Menhaden, if you can catch any. Crab scraps also work well.


----------



## ddc4668

I live in pace where would be a good place to find pin fish. I put my trap out at Archie clovers boat ramp at dusk. Checked it in the morning and nothing. Put it by the grass flat the next time and checked it and nothing what am I doing wrong. I used KFC ham bone and dog food. I have only lived here for a yr I am used to fresh water fishing


----------



## nathan70

Docks, piers and bridge pilings are good.


----------



## barefoot

hot dogs, fish scraps, any dock in deeper water is good for me.


----------



## sweetnsalty

The blood strips out of aj fillets


----------



## Collard

Can or two of sardines in a pantyhose.

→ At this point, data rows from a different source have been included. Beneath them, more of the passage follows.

//! The noise model of a release (`noise.toml`): per-backend white noise (EFAC, EQUAD, ECORR),
//! per-pulsar red and chromatic (DM) power laws, and the common process.

use crate::error::{Error, Result};
use crate::spectrum::PowerLaw;
use serde::{Deserialize, Serialize};
use std::collections::BTreeMap;
use std::path::Path;

/// A red process: a power law and, optionally, its own number of Fourier frequencies.
#[derive(Clone, Copy, Debug, PartialEq, Serialize, Deserialize)]
#[serde(deny_unknown_fields)]
pub struct RedProcess {
    pub log10_amplitude: f64,
    pub spectral_index: f64,
    #[serde(default, skip_serializing_if = "Option::is_none")]
    pub n_frequencies: Option<usize>,
}

impl RedProcess {
    /// The power law of this process.
    pub fn power_law(&self) -> PowerLaw {
        PowerLaw {
            log10_amplitude: self.log10_amplitude,
            spectral_index: self.spectral_index,
        }
    }
}

/// White noise of one backend: N_ii = (EFAC sigma_i)^2 + EQUAD^2, plus optional ECORR jitter.
#[derive(Clone, Debug, PartialEq, Serialize, Deserialize)]
#[serde(deny_unknown_fields)]
pub struct WhiteNoise {
    pub backend: String,
    #[serde(default = "one")]
    pub efac: f64,
    #[serde(default, skip_serializing_if = "Option::is_none")]
    pub equad_log10_s: Option<f64>,
    #[serde(default, skip_serializing_if = "Option::is_none")]
    pub ecorr_log10_s: Option<f64>,
}

fn one() -> f64 {
    1.0
}

impl WhiteNoise {
    /// EQUAD in seconds (0 when absent).
    pub fn equad(&self) -> f64 {
        self.equad_log10_s.map_or(0.0, |l| 10f64.powf(l))
    }
    /// ECORR in seconds, if the backend has jitter.
    pub fn ecorr(&self) -> Option<f64> {
        self.ecorr_log10_s.map(|l| 10f64.powf(l))
    }
}

/// The noise of one pulsar.
#[derive(Clone, Debug, Default, PartialEq, Serialize, Deserialize)]
#[serde(deny_unknown_fields)]
pub struct PulsarNoise {
    #[serde(default, skip_serializing_if = "Vec::is_empty")]
    pub white: Vec<WhiteNoise>,
    #[serde(default, skip_serializing_if = "Option::is_none")]
    pub red: Option<RedProcess>,
    #[serde(default, skip_serializing_if = "Option::is_none")]
    pub dm: Option<RedProcess>,
}

impl PulsarNoise {
    /// White-noise parameters of a backend (EFAC 1, no EQUAD, no ECORR when absent).
    pub fn white_for(&self, backend: &str) -> WhiteNoise {
        self.white
            .iter()
            .find(|w| w.backend == backend)
            .cloned()
            .unwrap_or(WhiteNoise {
                backend: backend.to_string(),
                efac: 1.0,
                equad_log10_s: None,
                ecorr_log10_s: None,
            })
    }
}

/// The noise model of a whole release.
#[derive(Clone, Debug, Default, PartialEq, Serialize, Deserialize)]
#[serde(deny_unknown_fields)]
pub struct NoiseModel {
    /// The common process included in every pulsar's auto-power.
    #[serde(default, skip_serializing_if = "Option::is_none")]
    pub common: Option<RedProcess>,
    /// Per-pulsar noise, keyed by label.
    #[serde(default, rename = "pulsar")]
    pub pulsars: BTreeMap<String, PulsarNoise>,
}

impl NoiseModel {
    /// The noise of a pulsar (white noise only, EFAC 1, when absent).
    pub fn pulsar(&self, label: &str) -> PulsarNoise {
        self.pulsars.get(label).cloned().unwrap_or_default()
    }

    /// Parse `noise.toml` text; `path` is used in messages.
    pub fn parse(text: &str, path: &Path) -> Result<NoiseModel> {
        let model: NoiseModel = toml::from_str(text).map_err(|e| toml_error(path, text, &e))?;
        model.validate(path, text)?;
        Ok(model)
    }

    /// Check every number is finite and in range.
    fn validate(&self, path: &Path, text: &str) -> Result<()> {
        let at = |field: String, message: String| {
            let line = find_line(text, &field);
            Error::input(path, line, Some(&field), message)
        };
        if let Some(c) = &self.common {
            check_red(c, "common").map_err(|(f, m)| at(f, m))?;
        }
        for (label, p) in &self.pulsars {
            check_label(label).map_err(|m| at(format!("pulsar.{label}"), m))?;
            for (i, w) in p.white.iter().enumerate() {
                let field = format!("pulsar.{label}.white[{i}]");
                let [elo, ehi] = EFAC_RANGE;
                if !(w.efac.is_finite() && w.efac > elo && w.efac <= ehi) {
                    return Err(at(
                        format!("{field}.efac"),
                        format!("EFAC must be in ({elo}, {ehi}], got {}", w.efac),
                    ));
                }
                for (name, v) in [
                    ("equad_log10_s", w.equad_log10_s),
                    ("ecorr_log10_s", w.ecorr_log10_s),
                ] {
                    if let Some(v) = v {
                        let [lo, hi] = WHITE_LOG10_S_RANGE;
                        if !(v.is_finite() && (lo..=hi).contains(&v)) {
                            return Err(at(
                                format!("{field}.{name}"),
                                format!("must be a log10 of seconds in [{lo}, {hi}], got {v}"),
                            ));
                        }
                    }
                }
                if p.white[..i].iter().any(|o| o.backend == w.backend) {
                    return Err(at(
                        format!("{field}.backend"),
                        format!("backend \"{}\" is given twice", w.backend),
                    ));
                }
            }
            for (name, r) in [("red", &p.red), ("dm", &p.dm)] {
                if let Some(r) = r {
                    check_red(r, &format!("pulsar.{label}.{name}")).map_err(|(f, m)| at(f, m))?;
                }
            }
        }
        Ok(())
    }
}

/// Allowed log10 amplitudes of red, DM and common power laws (dimensionless strain at
/// 1/yr). Every amplitude seen or predicted for pulsar timing lies far inside; the bounds
/// only catch typing errors (a sign dropped, a unit confused).
pub const LOG10_AMPLITUDE_RANGE: [f64; 2] = [-20.0, -8.0];

/// Allowed log10 amplitudes of the common process in a prior range of `ptacorr common` and in
/// its posterior draws (`common.log10_amplitude` of a chain table). Wider than
/// [`LOG10_AMPLITUDE_RANGE`]: an upper-limit or a prior-sensitivity run may reach far below
/// any amplitude a `noise.toml` states, and its draws must be writable and readable.
pub const COMMON_LOG10_AMPLITUDE_RANGE: [f64; 2] = [-30.0, 0.0];

/// Allowed spectral indices gamma of a power law (open below, closed above).
pub const SPECTRAL_INDEX_RANGE: [f64; 2] = [0.0, 10.0];

/// Allowed log10 EQUAD and ECORR in seconds: 1e-10 s (0.1 ns) to 1e-3 s (1 ms).
pub const WHITE_LOG10_S_RANGE: [f64; 2] = [-10.0, -3.0];

/// Allowed EFAC (a multiplier of the stated uncertainties).
pub const EFAC_RANGE: [f64; 2] = [0.0, 100.0];

/// Most Fourier frequencies of any one process (each adds two columns to every pulsar's
/// basis; 1000 frequencies over 20,000 TOAs is already 0.3 GB per pulsar).
pub const MAX_FREQUENCIES: usize = 1000;

/// Check a power law's amplitude and index; `Err((field suffix, message))`.
pub fn check_power_law(
    log10_amplitude: f64,
    spectral_index: f64,
) -> std::result::Result<(), (&'static str, String)> {
    let [alo, ahi] = LOG10_AMPLITUDE_RANGE;
    if !(log10_amplitude.is_finite() && (alo..=ahi).contains(&log10_amplitude)) {
        return Err((
            "log10_amplitude",
            format!("must be a log10 amplitude in [{alo}, {ahi}], got {log10_amplitude}"),
        ));
    }
    let [glo, ghi] = SPECTRAL_INDEX_RANGE;
    if !(spectral_index.is_finite() && spectral_index > glo && spectral_index <= ghi) {
        return Err((
            "spectral_index",
            format!("must be in ({glo}, {ghi}], got {spectral_index}"),
        ));
    }
    Ok(())
}

/// Check a caller's common process (a command-line amplitude such as
/// `--common-log10-amplitude`) against the physical ranges.
pub fn check_common_setting(common: &crate::analysis::CommonAutoPower) -> Result<()> {
    if let crate::analysis::CommonAutoPower::Given(p) = common {
        check_power_law(p.log10_amplitude, p.spectral_index).map_err(|(f, m)| {
            let name = if f == "log10_amplitude" {
                "common-log10-amplitude"
            } else {
                "spectral-index"
            };
            Error::setting(name, m)
        })?;
    }
    Ok(())
}

/// Check a label (pulsar or backend) is usable as a file name and a CSV cell: 1 to 64
/// characters from letters, digits, `.`, `_`, `-`, `+`, not starting with `.`.
pub fn check_label(label: &str) -> std::result::Result<(), String> {
    let ok = !label.is_empty()
        && label.chars().count() <= 64
        && !label.starts_with('.')
        && label
            .chars()
            .all(|c| c.is_ascii_alphanumeric() || matches!(c, '.' | '_' | '-' | '+'));
    if ok {
        Ok(())
    } else {
        Err(format!(
            "{} is not a usable label: 1 to 64 characters from letters, digits, '.', '_', '-', '+', not starting with '.'",
            crate::output::quote(label)
        ))
    }
}

fn check_red(r: &RedProcess, field: &str) -> std::result::Result<(), (String, String)> {
    check_power_law(r.log10_amplitude, r.spectral_index)
        .map_err(|(f, m)| (format!("{field}.{f}"), m))?;
    if let Some(n) = r.n_frequencies {
        if n == 0 || n > MAX_FREQUENCIES {
            return Err((
                format!("{field}.n_frequencies"),
                format!("must be in 1..={MAX_FREQUENCIES}, got {n}"),
            ));
        }
    }
    Ok(())
}

/// Best-effort line of a dotted field such as `pulsar.P01.white[0].efac` in TOML text, for
/// messages: the key's line under its own table header if there is one, else the line of the
/// inline table that holds it, else the nearest enclosing table header.
fn find_line(text: &str, field: &str) -> Option<usize> {
    let lines: Vec<&str> = text.lines().collect();
    let is_header = |l: &str| l.trim_start().starts_with('[');
    let key_after = |start: usize, key: &str| -> Option<usize> {
        (start + 1..lines.len())
            .take_while(|&k| !is_header(lines[k]))
            .find(|&k| lines[k].trim_start().starts_with(key))
    };
    let parts: Vec<&str> = field.split('.').collect();
    for cut in (1..=parts.len()).rev() {
        let (table, rest) = parts.split_at(cut);
        let (name, index) = match table[cut - 1].split_once('[') {
            Some((n, i)) => (n, i.trim_end_matches(']').parse::<usize>().ok()),
            None => (table[cut - 1], None),
        };
        let path = table[..cut - 1]
            .iter()
            .copied()
            .chain([name])
            .collect::<Vec<_>>()
            .join(".");
        let header = match index {
            Some(_) => format!("[[{path}]]"),
            None => format!("[{path}]"),
        };
        let found = lines
            .iter()
            .enumerate()
            .filter(|(_, l)| l.trim() == header)
            .map(|(k, _)| k)
            .nth(index.unwrap_or(0));
        if let Some(h) = found {
            let line = rest.first().and_then(|key| key_after(h, key)).unwrap_or(h);
            return Some(line + 1);
        }
        // An inline table or array: `name = ...` under the parent table.
        let parent = format!("[{}]", table[..cut - 1].join("."));
        if let Some(h) = lines.iter().position(|l| l.trim() == parent) {
            if let Some(k) = key_after(h, name) {
                return Some(k + 1);
            }
        }
    }
    None
}

/// Turn a TOML error into an input error with a line number.
pub(crate) fn toml_error(path: &Path, text: &str, e: &toml::de::Error) -> Error {
    let line = e.span().map(|s| line_of(text, s.start));
    Error::input(path, line, None, e.message().trim().to_string())
}

/// 1-based line of a byte offset.
pub(crate) fn line_of(text: &str, offset: usize) -> usize {
    text.as_bytes()[..offset.min(text.len())]
        .iter()
        .filter(|&&c| c == b'\n')
        .count()
        + 1
}

#[cfg(test)]
mod tests {
    use super::*;

    #[test]
    fn parses_a_complete_noise_file() {
        let text = r#"
[common]
log10_amplitude = -14.5
spectral_index = 4.333333333333333

[pulsar.P01]
white = [{ backend = "KAR-L", efac = 1.1, equad_log10_s = -7.0, ecorr_log10_s = -6.5 }]
red = { log10_amplitude = -13.8, spectral_index = 3.0, n_frequencies = 30 }
"#;
        let m = NoiseModel::parse(text, Path::new("noise.toml")).unwrap();
        assert_eq!(m.common.unwrap().log10_amplitude, -14.5);
        let p = m.pulsar("P01");
        assert_eq!(p.white_for("KAR-L").efac, 1.1);
        assert_eq!(p.white_for("OTHER").efac, 1.0);
        assert_eq!(p.red.unwrap().n_frequencies, Some(30));
        let back = toml::to_string(&m).unwrap();
        assert_eq!(NoiseModel::parse(&back, Path::new("x")).unwrap(), m);
    }

    #[test]
    fn rejects_bad_values_with_the_field() {
        let text = "[pulsar.P01]\nwhite = [{ backend = \"A\", efac = -1.0 }]\n";
        let e = NoiseModel::parse(text, Path::new("noise.toml"))
            .unwrap_err()
            .to_string();
        assert!(
            e.contains("noise.toml line 2, field pulsar.P01.white[0].efac"),
            "{e}"
        );
        let e = NoiseModel::parse("[common]\nlog10_amplitude = -14\n", Path::new("n.toml"))
            .unwrap_err()
            .to_string();
        assert!(e.contains("spectral_index"), "{e}");
    }
}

Then empty one can into the bait holder with the pantyhose. It'll last longer and the oils it puts off is irestible.


----------



## aqua-holic

I use pork neck bones - raw - cheap and effective

Steve


----------



## Chapman5011

I use what ever is free and fresh at about any marina while they are cleaning fish.


----------



## captken

*Busted crab.*

Hands down, the best. Just crack the crab a little and they can't eat it all too quickly.

Anything you catch in a trap is good Grouper bait. A Slippery Dick is really great.


----------